- Jumgal Too Location within Kyrgyzstan

Highest point
- Elevation: 4,121 m (13,520 ft)
- Coordinates: 42°05′30″N 74°22′52″E﻿ / ﻿42.0918°N 74.3810°E

Dimensions
- Length: 54 km (34 mi) W-S
- Width: 15 km (9.3 mi) N-S

Naming
- Native name: Жумгал кырка тоосу (Kyrgyz)

Geography
- Country: Kyrgyzstan
- Region: Naryn Region

Geology
- Rock age(s): Paleozoic, Cenozoic

= Jumgal Too =

Mountain range in Kyrgyzstan

Jumgal Too is a mountain range in internal Tian Shan in Kyrgyz Republic. It is part of Jumgal mountain system which includes also ranges Sandyk, Kara Moynok, Kindik, and Oy Kaiyn. It lies north of the Jumgal valley. The length of the range is 54 km, width - 15 km, and height up to 4121m. The Jumgal mountain range rises from east to west. The slopes of the mountains are uneven: the northern sides of the Jumgal and Oy Kaiyn mountains are steep and short, while the southern sides are wide and gently sloping. In contrast, the slopes of the Kindik, Kara Moynok, and Sandyk mountains are smoother. Streams feeding the Western and Eastern Karakol rivers flow down from the mountains. Small glaciers are found in the Kara Moynok and Oy Kaiyn mountains, with a total area of 7.3 km2.
==Geology==
The geological structure of the mountain is highly complex. Its western section consists of a granite-diorite intrusion and Upper Proterozoic phyllite and quartzite formations, with thicknesses ranging from 500 to 3000 meters. The central part is primarily composed of Lower Paleozoic granites and granite-diorites. The eastern section is formed of Ordovician sedimentary rocks, including sandstones, tuffs, porphyrites, limestones, conglomerates, and other deposits, with thicknesses between 1000 and 4600 meters.
In the intermontane depressions, Neogene and Quaternary sedimentary deposits are present. The mountain range contains nepheline syenite massifs, which are associated with aluminum ore deposits.
==Landscapes==
The mountain landscapes change according to altitude zones.
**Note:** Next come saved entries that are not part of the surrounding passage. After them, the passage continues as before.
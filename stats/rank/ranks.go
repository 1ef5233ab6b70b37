package rank

import (
	"errors"
	"fmt"
	"math"
	"sort"
)

// ErrTooFew is returned when there are too few observations for a test.
var ErrTooFew = errors.New("too few observations")

// ErrAllTied is returned when every value is tied, so the rank statistic
// has zero variance.
var ErrAllTied = errors.New("all values are tied")

// Alternative selects the alternative hypothesis of a one- or two-sample
// test.
type Alternative int

const (
	// TwoSided tests for a shift in either direction.
	TwoSided Alternative = iota
	// Greater tests whether the first sample (or the differences) is
	// shifted upwards.
	Greater
	// Less tests whether the first sample (or the differences) is shifted
	// downwards.
	Less
)

// String returns the name of the alternative.
func (a Alternative) String() string {
	switch a {
	case TwoSided:
		return "two-sided"
	case Greater:
		return "greater"
	case Less:
		return "less"
	}
	return fmt.Sprintf("Alternative(%d)", int(a))
}

// Method selects how the p-value of SignedRank and RankSum is computed.
type Method int

const (
	// MethodAuto uses the exact distribution for small samples without
	// ties and the normal approximation otherwise.
	MethodAuto Method = iota
	// MethodExact forces the exact distribution.
	MethodExact
	// MethodNormal forces the normal approximation.
	MethodNormal
)

// ExactMaxN is the largest sample size for which MethodAuto uses the exact
// distribution.
const ExactMaxN = 50

// Options controls SignedRank, RankSum and VanElteren.
type Options struct {
	// Alternative is the alternative hypothesis (default TwoSided).
	Alternative Alternative
	// Method chooses exact or normal p-values (default MethodAuto).
	Method Method
	// NoContinuity turns off the continuity correction of the normal
	// approximation (it is on by default). VanElteren never applies one.
	NoContinuity bool
	// Mu is the location shift under the null hypothesis (signed-rank:
	// median of the differences; rank-sum: shift of x relative to y).
	Mu float64
}

// checkFinite returns an error naming the first value that is NaN or
// infinite.
func checkFinite(x []float64) error {
	for i, v := range x {
		if math.IsNaN(v) || math.IsInf(v, 0) {
			return fmt.Errorf("value %d is %v", i+1, v)
		}
	}
	return nil
}

// midranks returns the ranks of x (1-based, ties get the mean of their
// ranks) and Σ(t³ - t) over the tie groups. x is not modified.
func midranks(x []float64) (r []float64, ties float64) {
	n := len(x)
	idx := make([]int, n)
	for i := range idx {
		idx[i] = i
	}
	sort.SliceStable(idx, func(a, b int) bool { return x[idx[a]] < x[idx[b]] })
	r = make([]float64, n)
	for i := 0; i < n; {
		j := i + 1
		for j < n && x[idx[j]] == x[idx[i]] {
			j++
		}
		mid := float64(i+j+1) / 2 // mean of ranks i+1..j
		for k := i; k < j; k++ {
			r[idx[k]] = mid
		}
		if t := float64(j - i); t > 1 {
			ties += t*t*t - t
		}
		i = j
	}
	return r, ties
}

// normalP returns the p-value of a standard normal z for the alternative.
func normalP(z float64, alt Alternative) float64 {
	switch alt {
	case Greater:
		return 0.5 * math.Erfc(z/math.Sqrt2)
	case Less:
		return 0.5 * math.Erfc(-z/math.Sqrt2)
	default:
		return math.Min(1, math.Erfc(math.Abs(z)/math.Sqrt2))
	}
}

// continuity returns the continuity correction for a statistic whose
// centred value is d.
func continuity(d float64, alt Alternative, off bool) float64 {
	if off {
		return 0
	}
	switch alt {
	case Greater:
		return 0.5
	case Less:
		return -0.5
	default:
		switch {
		case d > 0:
			return 0.5
		case d < 0:
			return -0.5
		}
		return 0
	}
}
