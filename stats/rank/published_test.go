package rank

import (
	"fmt"
	"testing"

	"furrow/internal/testkit"
)

// TestCase09Oracle checks the heavily tied ordinal data of the shared
// oracle case 9 against R 4.2.2 (kruskal.test, wilcox.test paired with
// exact = FALSE and correct = TRUE/FALSE, friedman.test; 17 significant
// digits). Agreement measured on linux/amd64 beside each tolerance.
func TestCase09Oracle(t *testing.T) {
	type ht struct {
		Stat float64 `json:"statistic"`
		P    float64 `json:"p_value"`
	}
	var ref struct {
		KWScores struct {
			Test          ht      `json:"test"`
			HUncorrected  float64 `json:"H_uncorrected"`
			TieCorrection float64 `json:"tie_correction"`
		} `json:"kw_scores"`
		KWBinary struct {
			Test          ht      `json:"test"`
			HUncorrected  float64 `json:"H_uncorrected"`
			TieCorrection float64 `json:"tie_correction"`
		} `json:"kw_binary"`
		Wilcoxon struct {
			NZero int `json:"n_zero_diffs"`
			CC    ht  `json:"approx_correct"`
			NC    ht  `json:"approx_nocorrect"`
		} `json:"wilcoxon_paired_ties"`
		Friedman ht `json:"friedman_ties"`
	}
	decodeJSON(t, testkit.ReadShared(t, "oracle/ref/case09_rank_tests_ties.json"), &ref)

	for _, c := range []struct {
		file     string
		want     ht
		hu, corr float64
	}{
		{"oracle/data/case09_kw_scores.csv", ref.KWScores.Test, ref.KWScores.HUncorrected, ref.KWScores.TieCorrection},
		{"oracle/data/case09_kw_binary.csv", ref.KWBinary.Test, ref.KWBinary.HUncorrected, ref.KWBinary.TieCorrection},
	} {
		got, err := KruskalWallis(groupBy(t, readCSV(t, c.file), 0, 1))
		if err != nil {
			t.Fatal(err)
		}
		testkit.CheckClose(t, c.file+" H", got.H, c.want.Stat, 5e-14)                     // agreement 2.0e-15
		testkit.CheckRelClose(t, c.file+" p", got.P, c.want.P, 1e-13)                     // 4.4e-15
		testkit.CheckClose(t, c.file+" H uncorrected", got.HUncorrected, c.hu, 5e-14)     // 2.3e-15
		testkit.CheckClose(t, c.file+" tie correction", got.TieCorrection, c.corr, 1e-15) // exact
	}

	rows := readCSV(t, "oracle/data/case09_wilcoxon_paired_ties.csv")
	var before, after []float64
	for _, r := range rows {
		before = append(before, parseF(t, r[0]))
		after = append(after, parseF(t, r[1]))
	}
	for _, c := range []struct {
		noCC bool
		want ht
	}{{false, ref.Wilcoxon.CC}, {true, ref.Wilcoxon.NC}} {
		got, err := SignedRankPaired(after, before, Options{NoContinuity: c.noCC})
		if err != nil {
			t.Fatal(err)
		}
		if got.Exact || got.Zeros != ref.Wilcoxon.NZero || got.V != c.want.Stat {
			t.Errorf("signed rank (no cc %v): %+v, R %+v", c.noCC, got, c.want)
		}
		testkit.CheckRelClose(t, fmt.Sprintf("signed rank (no cc %v) p", c.noCC), got.P, c.want.P, 2e-14) // agreement 5.2e-16
	}

	frows := readCSV(t, "oracle/data/case09_friedman_ties.csv")
	tab := groupBy(t, frows, 0, 2) // blocks in order, treatments in file order
	got, err := Friedman(tab)
	if err != nil {
		t.Fatal(err)
	}
	testkit.CheckClose(t, "friedman statistic", got.Stat, ref.Friedman.Stat, 1e-15) // exact
	testkit.CheckRelClose(t, "friedman p", got.P, ref.Friedman.P, 5e-14)            // agreement 1.5e-15
}

// TestWorkedExamples checks the textbook examples in the shared
// worked-examples folder. Published values are checked to half a unit of
// their last printed place, the most their digits support. The precise
// values are R 4.2.2 (kruskal.test, friedman.test, wilcox.test) on the
// same files, run for this test and written with 17 digits (values.json
// has most of them to 7 digits, and two off in the 10th). Agreement with
// R measured on linux/amd64 beside each tolerance; rank sums and counts
// are exact in binary and compared exactly.
func TestWorkedExamples(t *testing.T) {
	// Hollander & Wolfe (1973) p. 116: H = 0.771 (published, low
	// confidence per values.json).
	kw, err := KruskalWallis(groupBy(t, readCSV(t, "worked-examples/kruskal_wallis_hollander_wolfe_1973_p116.csv"), 0, 1))
	if err != nil {
		t.Fatal(err)
	}
	testkit.CheckWithin(t, "H&W p116 H (published)", kw.H, 0.771, 0, 5e-4)
	testkit.CheckClose(t, "H&W p116 H", kw.H, 0.77142857142857224, 2e-14)    // agreement 6.7e-16
	testkit.CheckRelClose(t, "H&W p116 p", kw.P, 0.67996477357889362, 1e-14) // agreement 3.3e-16
	if kw.DF != 2 {
		t.Errorf("H&W p116: df %v, want 2", kw.DF)
	}
	// Conover (1999) p. 291, corn yields: rank sums 196.5, 153, 207, 38.5;
	// H 25.46 uncorrected (published T as recalled in values.json). R's
	// uncorrected H is 12/(N(N+1)) sum R_i^2/n_i - 3(N+1) evaluated in R
	// (values.json's 25.4643727521097 is 3e-9 off it); the corrected H and
	// p are kruskal.test (values.json's 25.6288358714858 is 4.5e-9 off).
	kw, err = KruskalWallis(groupBy(t, readCSV(t, "worked-examples/kruskal_wallis_conover_1999_p291_corn.csv"), 0, 1))
	if err != nil {
		t.Fatal(err)
	}
	for i, w := range []float64{196.5, 153, 207, 38.5} {
		if kw.RankSums[i] != w {
			t.Errorf("Conover rank sum %d = %g, want %g", i+1, kw.RankSums[i], w)
		}
	}
	testkit.CheckWithin(t, "Conover p291 H uncorrected (published)", kw.HUncorrected, 25.46, 0, 5e-3)
	testkit.CheckClose(t, "Conover p291 H uncorrected", kw.HUncorrected, 25.464372749099653, 1e-14) // agreement 4.2e-16
	testkit.CheckClose(t, "Conover p291 H", kw.H, 25.628835866962486, 2e-14)                        // agreement 6.9e-16
	testkit.CheckRelClose(t, "Conover p291 p", kw.P, 1.140572777028796e-05, 2e-13)                  // agreement 8.9e-15

	friedman := func(file string) FriedmanResult {
		t.Helper()
		rows := readCSV(t, file)
		tab := groupBy(t, rows, 0, 2)
		r, err := Friedman(tab)
		if err != nil {
			t.Fatal(err)
		}
		return r
	}
	// Hollander & Wolfe (1973) p. 140, rounding first base: rank sums 53,
	// 47, 32.
	fr := friedman("worked-examples/friedman_hollander_wolfe_1973_p140_rounding_first_base.csv")
	testkit.CheckClose(t, "H&W p140 statistic", fr.Stat, 11.142857142857142, 1e-15) // exact
	testkit.CheckRelClose(t, "H&W p140 p", fr.P, 0.003805040775511363, 5e-15)       // agreement 2.3e-16
	for i, w := range []float64{53, 47, 32} {
		if fr.RankSums[i] != w {
			t.Errorf("H&W p140 rank sum %d = %g, want %g", i+1, fr.RankSums[i], w)
		}
	}
	// Zar, example 12.6: chi2_F = 10.68 (published; R gives the same to
	// all 17 digits).
	fr = friedman("worked-examples/friedman_zar_example_12_6.csv")
	testkit.CheckClose(t, "Zar 12.6 statistic", fr.Stat, 10.68, 1e-15)       // exact
	testkit.CheckRelClose(t, "Zar 12.6 p", fr.P, 0.01358827295821765, 2e-14) // agreement 6.4e-16
	// Demsar (2006): tie-corrected statistic.
	fr = friedman("worked-examples/friedman_demsar_2006_ties.csv")
	testkit.CheckClose(t, "Demsar 2006 statistic", fr.Stat, 10.228346456692913, 1e-15) // exact
	testkit.CheckRelClose(t, "Demsar 2006 p", fr.P, 0.016721580328441409, 5e-15)       // agreement 2.1e-16

	// Hollander & Wolfe (1973) p. 29: T+ = 5 for y - x (published), V = 40
	// for x - y, exact one-sided p 10/512 = 0.01953125 (table 0.020) and
	// two-sided 0.0390625 (dyadic, exact in binary and in R's output), and
	// the normal approximation without continuity correction.
	rows := readCSV(t, "worked-examples/wilcoxon_signed_rank_hollander_wolfe_1973_p29.csv")
	var x, y []float64
	for _, r := range rows {
		x = append(x, parseF(t, r[1]))
		y = append(y, parseF(t, r[2]))
	}
	sr, err := SignedRankPaired(y, x, Options{Alternative: Less})
	if err != nil {
		t.Fatal(err)
	}
	if sr.V != 5 || !sr.Exact || sr.P != 0.01953125 {
		t.Errorf("H&W p29 T+: %+v, want V 5, exact p 0.01953125", sr)
	}
	testkit.CheckWithin(t, "H&W p29 p (table)", sr.P, 0.020, 0, 5e-4)
	sr, err = SignedRankPaired(x, y, Options{})
	if err != nil {
		t.Fatal(err)
	}
	if sr.V != 40 || sr.P != 0.0390625 {
		t.Errorf("H&W p29 two-sided: %+v, want V 40, p 0.0390625", sr)
	}
	sr, err = SignedRankPaired(x, y, Options{Alternative: Greater, Method: MethodNormal, NoContinuity: true})
	if err != nil {
		t.Fatal(err)
	}
	testkit.CheckRelClose(t, "H&W p29 normal p", sr.P, 0.019075855086707578, 5e-15) // agreement 1.8e-16

	// Hollander & Wolfe (1973) p. 69: rank sum of y = 30 (published),
	// U of x = 35, exact one-sided p and the normal approximation without
	// continuity correction.
	g := groupBy(t, readCSV(t, "worked-examples/wilcoxon_rank_sum_hollander_wolfe_1973_p69.csv"), 0, 1)
	rs, err := RankSum(g[0], g[1], Options{Alternative: Greater})
	if err != nil {
		t.Fatal(err)
	}
	ry, err := RankSum(g[1], g[0], Options{})
	if err != nil {
		t.Fatal(err)
	}
	if rs.U != 35 || ry.W != 30 || !rs.Exact {
		t.Errorf("H&W p69: %+v (y: %+v)", rs, ry)
	}
	testkit.CheckRelClose(t, "H&W p69 exact p", rs.P, 0.1272061272061272, 1e-15) // exact
	rs, err = RankSum(g[0], g[1], Options{Alternative: Greater, Method: MethodNormal, NoContinuity: true})
	if err != nil {
		t.Fatal(err)
	}
	testkit.CheckRelClose(t, "H&W p69 normal p", rs.P, 0.1103356809599234, 1e-14) // agreement 3.8e-16
}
At the foothills, especially on the southern slopes, there are steppe areas (feather grass and Artemisia up to 2200–2300 meters. From 2200 to 2800 meters, there are meadow-steppes (feather grass and mixed herbs) with some forested areas. Between 2800 and 3300 meters, alpine meadows and meadow-steppes prevail. Above 3300 meters, there are rocky, scree-covered subnival and nival-glacial zones. The area is used for pastures.
==Climate==
The climate varies by altitude and is generally continental. The average air temperature is –11.9°C in January and 12.5°C in July, with annual precipitation ranging from 300 to 400 mm.